Have you received a notice of adverse benefit determination for termination, denial, or reduction of your services from your managed care organization (MCO)? Did it stop, deny, or reduce your services for:
- Family Care?
- Family Care Partnership (Partnership)?
- PACE (Program of All-Inclusive Care for the Elderly)?
If yes, and you don’t agree with the decision, you can file an appeal. You have the right to appeal to your MCO’s grievance and appeal committee.

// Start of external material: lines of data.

def train_node(spec, stage, level, tiles, upstream, *, target="target", threads=1):
    """Fit one (stage, level) node on training tiles.

    Parameters
    ----------
    spec : CascadeSpec
    stage, level : int
    tiles : list of TrainingTile
        Every tile has a fold in ``0 .. spec.folds - 1``; frames must have been made with a halo
        of at least ``receptive_radius(spec, (stage, level))``.
    upstream : dict
        ``{node: NodeModel}`` for every ancestor of the node (maps already cached in the frames
        are reused).
    target : str
        Recorded in the metadata and checked when the model is loaded.
    threads : int
        Passed to the classifiers.

    Returns
    -------
    NodeModel
    """
    node = (stage, level)
    if not tiles:
        raise TesseraInputError(f"target {target}: no training tiles")
    folds_present = sorted({t.fold for t in tiles})
    if folds_present != list(range(spec.folds)):
        raise TesseraInputError(
            f"target {target}: {len(tiles)} training tile(s) fall into folds {folds_present}; out-of-fold "
            f"context needs tiles in each of the {spec.folds} folds (add tiles or lower folds)"
        )
    missing = [a for a in ancestors(spec, node)[:-1] if a not in upstream]
    if missing:
        raise TesseraInputError(f"target {target}: node {node} needs the models of {missing} first")
    rows, ys, groups = [], [], []
    for tile in tiles:
        frame = tile.frame
        _ensure_maps(frame, node, upstream, tile.fold)
        labels = level_labels(tile.labels, level, frame.core_shape)
        pick = _sample_rows(
            labels,
            spec.samples_per_tile,
            np.random.default_rng(_tile_seed(spec, node, tile.tile_id)),
        )
        if pick.size == 0:
            continue
        x = _node_matrix(frame, node, 0)
        rows.append(x.reshape(-1, x.shape[-1])[pick])
        ys.append(labels.ravel()[pick])
        groups.append(np.full(pick.size, tile.fold))
    X = np.concatenate(rows)
    y = np.concatenate(ys).astype(np.uint8)
    g = np.concatenate(groups)
    if np.unique(y).size < 2:
        raise TesseraInputError(
            f"target {target}: training tiles hold only class {int(y[0])} at level {level}; annotate both target and background"
        )

    def fit(mask):
        seed = spec.seed + 7919 * stage + 104729 * level
        clf = make_classifier(
            spec.classifier, seed=seed, threads=threads, **spec.classifier_options
        )
        return clf.fit(X[mask], y[mask], sample_weight=_balanced_weights(y[mask]))

    folds = []
    for k in range(spec.folds):
        held = g == k
        if np.unique(y[~held]).size < 2:
            raise TesseraInputError(
                f"target {target}: without fold {k} the training pixels hold one class only"
            )
        folds.append(fit(~held))
    full = fit(np.ones(y.size, dtype=bool))
    meta = {
        "format": MODEL_FORMAT,
        "tessera_version": __version__,
        "target": target,
        "spec": _node_spec_dict(spec),
        "stage": stage,
        "level": level,
        "features": node_feature_names(spec, stage, level),
        "classes": [0, 1],
        "training_tiles": sorted(t.tile_id for t in tiles),
        "training_pixels": int(y.size),
        "positive_fraction": float(y.mean()),
    }
    return NodeModel(spec, stage, level, full, folds, meta)


def _node_spec_dict(spec):
    # A node does not depend on how many stages follow it: leave `stages` out, so raising the
    # number of stages keeps the earlier nodes valid.
    out = spec.to_dict()
    out.pop("stages")
    return out


# ----------------------------------------------------------------------------------------------
# whole cascades


def fit_cascade(spec, tiles, *, target="target", threads=1):
    """Train every node in order; return ``{node: NodeModel}``.

    `tiles` are TrainingTiles made with the full receptive radius (``final=None``); maps of
    earlier nodes are cached in their frames and reused by later ones.
    """
    models = {}
    for node in nodes(spec):
        models[node] = train_node(spec, *node, tiles, models, target=target, threads=threads)
    return models


def out_of_fold_maps(models, tiles):
    """Final maps of training tiles, each from the fold models that did not see the tile."""
    spec = next(iter(models.values())).spec
    final = (spec.stages, 0)
    out = {}
    for tile in tiles:
        _ensure_maps(tile.frame, final, models, tile.fold)
        x = _node_matrix(tile.frame, final, 0)
        prob = (
            models[final]
            .for_tile(tile.fold)
            .predict(x.reshape(-1, x.shape[-1]))
            .reshape(x.shape[:2])
        )
        out[tile.tile_id] = prob[: tile.labels.shape[0], : tile.labels.shape[1]]
    return out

You can:
- Appear in person.
- Bring support, such as a friend, family member, or witness.
- Give evidence to the committee.
Before you request an appeal, talk to your care manager or MCO member rights specialist. They may resolve your concern without an appeal. This is called informal resolution. It’s often faster for members.
How to file an appeal
To start the appeal process, either:
- Contact your care manager or member rights specialist at your MCO. See Family Care MCOs Key Contacts (PDF).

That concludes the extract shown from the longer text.